# Google Chrome - Playing Videos?



## CC268 (Jun 27, 2011)

I noticed that I cant seem to play videos on the chrome browser but I can just fine on dolphin browser? Any suggestions on how to get chrome to work?

Sent from my ThunderBolt using RootzWiki


----------



## heath2805 (Feb 18, 2012)

CC268 said:


> I noticed that I cant seem to play videos on the chrome browser but I can just fine on dolphin browser? Any suggestions on how to get chrome to work?
> 
> Sent from my ThunderBolt using RootzWiki


On what rom?

Sent from my ThunderBolt using Tapatalk 2


----------



## Hellboy (May 8, 2012)

Don't think chrome supports flash

Sent from my ThunderBolt using Tapatalk 2


----------



## CC268 (Jun 27, 2011)

Hellboy said:


> Don't think chrome supports flash
> 
> Sent from my ThunderBolt using Tapatalk 2


That is what I thought...too bad because its a great browser

Sent from my ThunderBolt using RootzWiki


----------



## watson387 (Sep 2, 2011)

Hellboy said:


> Don't think chrome supports flash
> 
> Sent from my ThunderBolt using Tapatalk 2


That sucks. Chrome on the desktop has Flash built-in. They should add it to the mobile version too.

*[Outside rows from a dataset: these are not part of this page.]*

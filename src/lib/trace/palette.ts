import { colourDifference, labOf } from './colour';
import type { Paper } from './paper';
import type { Raster } from './types';

/** How a full stroke of one ink differs from the ground: ground minus ink, in bytes of red, green and blue. */
export type InkVector = readonly [number, number, number];

const ENOUGH_CONTRAST = 60;
const SAMPLES = 60_000;

interface Cluster {
  readonly ink: InkVector;
  readonly count: number;
}

const angleBetween = (a: InkVector, b: InkVector) =>
  Math.acos(Math.min(1, (a[0] * b[0] + a[1] * b[1] + a[2] * b[2]) / (Math.hypot(...a) * Math.hypot(...b))));

/** Whether two inks can be told apart in one pixel: neither is a tint of the other. */
export const areDistinct = (a: InkVector, b: InkVector): boolean => angleBetween(a, b) > 0.3;

const onWhite = ([r, g, b]: InkVector) => labOf(255 - r, 255 - g, 255 - b);

/** The commonest colours of a sample of pixels that differ from the ground, coarsely counted, commonest first. */
function commonInks({ width, height, rgb }: Raster, paper: Paper): Cluster[] {
  const stride = Math.max(1, Math.floor((width * height) / SAMPLES)) | 1;
  const bins = new Map<number, [number, number, number, number]>();
  const ground = new Float64Array(3);
  let seen = 0;
  for (let pixel = 0; pixel < width * height; pixel += stride) {
    const at = pixel * 3;
    const [r, g, b] = [rgb[at]!, rgb[at + 1]!, rgb[at + 2]!];
    if (Math.max(r, g, b) - Math.min(r, g, b) < 24) continue;
    paper.at(pixel % width, Math.floor(pixel / width), ground);
    const [dr, dg, db] = [ground[0]! - r, ground[1]! - g, ground[2]! - b];
    if (Math.hypot(dr, dg, db) < ENOUGH_CONTRAST) continue;
    const key = (Math.round(dr / 20) + 16) * 4096 + (Math.round(dg / 20) + 16) * 64 + Math.round(db / 20) + 16;
    const bin = bins.get(key) ?? [0, 0, 0, 0];
    bin[0] += dr;
    bin[1] += dg;
    bin[2] += db;
    bin[3]++;
    bins.set(key, bin);
    seen++;
  }
  return [...bins.values()]
    .filter((bin) => bin[3] >= Math.max(3, seen * 0.004))
    .map(([r, g, b, count]) => ({ ink: [r / count, g / count, b / count] as const, count }))
    .sort((one, other) => Math.hypot(...other.ink) * other.count - Math.hypot(...one.ink) * one.count);
}

/** The coloured inks of a picture, each once: tints of one another (edges of antialiased lines) and like colours are one ink. */
export function paletteOf(picture: Raster, paper: Paper): readonly InkVector[] {
  const kept: InkVector[] = [];
  for (const { ink } of commonInks(picture, paper)) {
    const isNew = kept.every((other) => areDistinct(ink, other) && colourDifference(onWhite(ink), onWhite(other)) > 8);
    if (isNew && kept.length < 8) kept.push(ink);
  }
  return kept;
}
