import type { z } from 'zod';
import type { Action } from '@/lib/access';

/** One call of the API: what endpoints parse by, who may ask, and what the API's description is made from. */
export interface Operation {
  readonly method: 'GET' | 'POST' | 'PUT' | 'DELETE';
  /** Path with `{names}` as in OpenAPI. */
  readonly path: `/api/${string}`;
  readonly summary: string;
  readonly tag: string;
  /** What one must be allowed; `open` asks for no sign-in. Rules about one thing are asked again by the use case. */
  readonly may: Action | 'open';
  readonly params?: z.ZodType;
  readonly query?: z.ZodType;
  readonly body?: z.ZodType;
  /** `file`: the body is multipart/form-data with one file. */
  readonly multipart?: true;
  /** Writes over a version: If-Match is required. */
  readonly ifMatch?: true;
  readonly status: 200 | 201 | 204;
  readonly answer?: z.ZodType;
  /** Media type of an answer that is not JSON. */
  readonly media?: string;
  /** Answers 304 where If-None-Match names what is there. */
  readonly revalidates?: true;
  /** Problem statuses beyond those that follow from the rest. */
  readonly problems?: readonly number[];
}

export const operation = <const O extends Operation>(it: O): O => it;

Sent from my ThunderBolt using Tapatalk 2


----------



## Hellboy (May 8, 2012)

Yeah but guess they want to focus HTML 5 and not flash as adobe isn't doing it for android anymore.

Sent from my ADR6400L using Tapatalk 2


----------



## recDNA (Oct 25, 2011)

I find that so odd. There will always be old flash sites around.


----------



## Hellboy (May 8, 2012)

Well lookbat apple with all the flash sites around. Theve still haven't put flash on any of the iPhones or touches. Guess its what their personal preference is.

Sent from my ADR6400L using Tapatalk 2


----------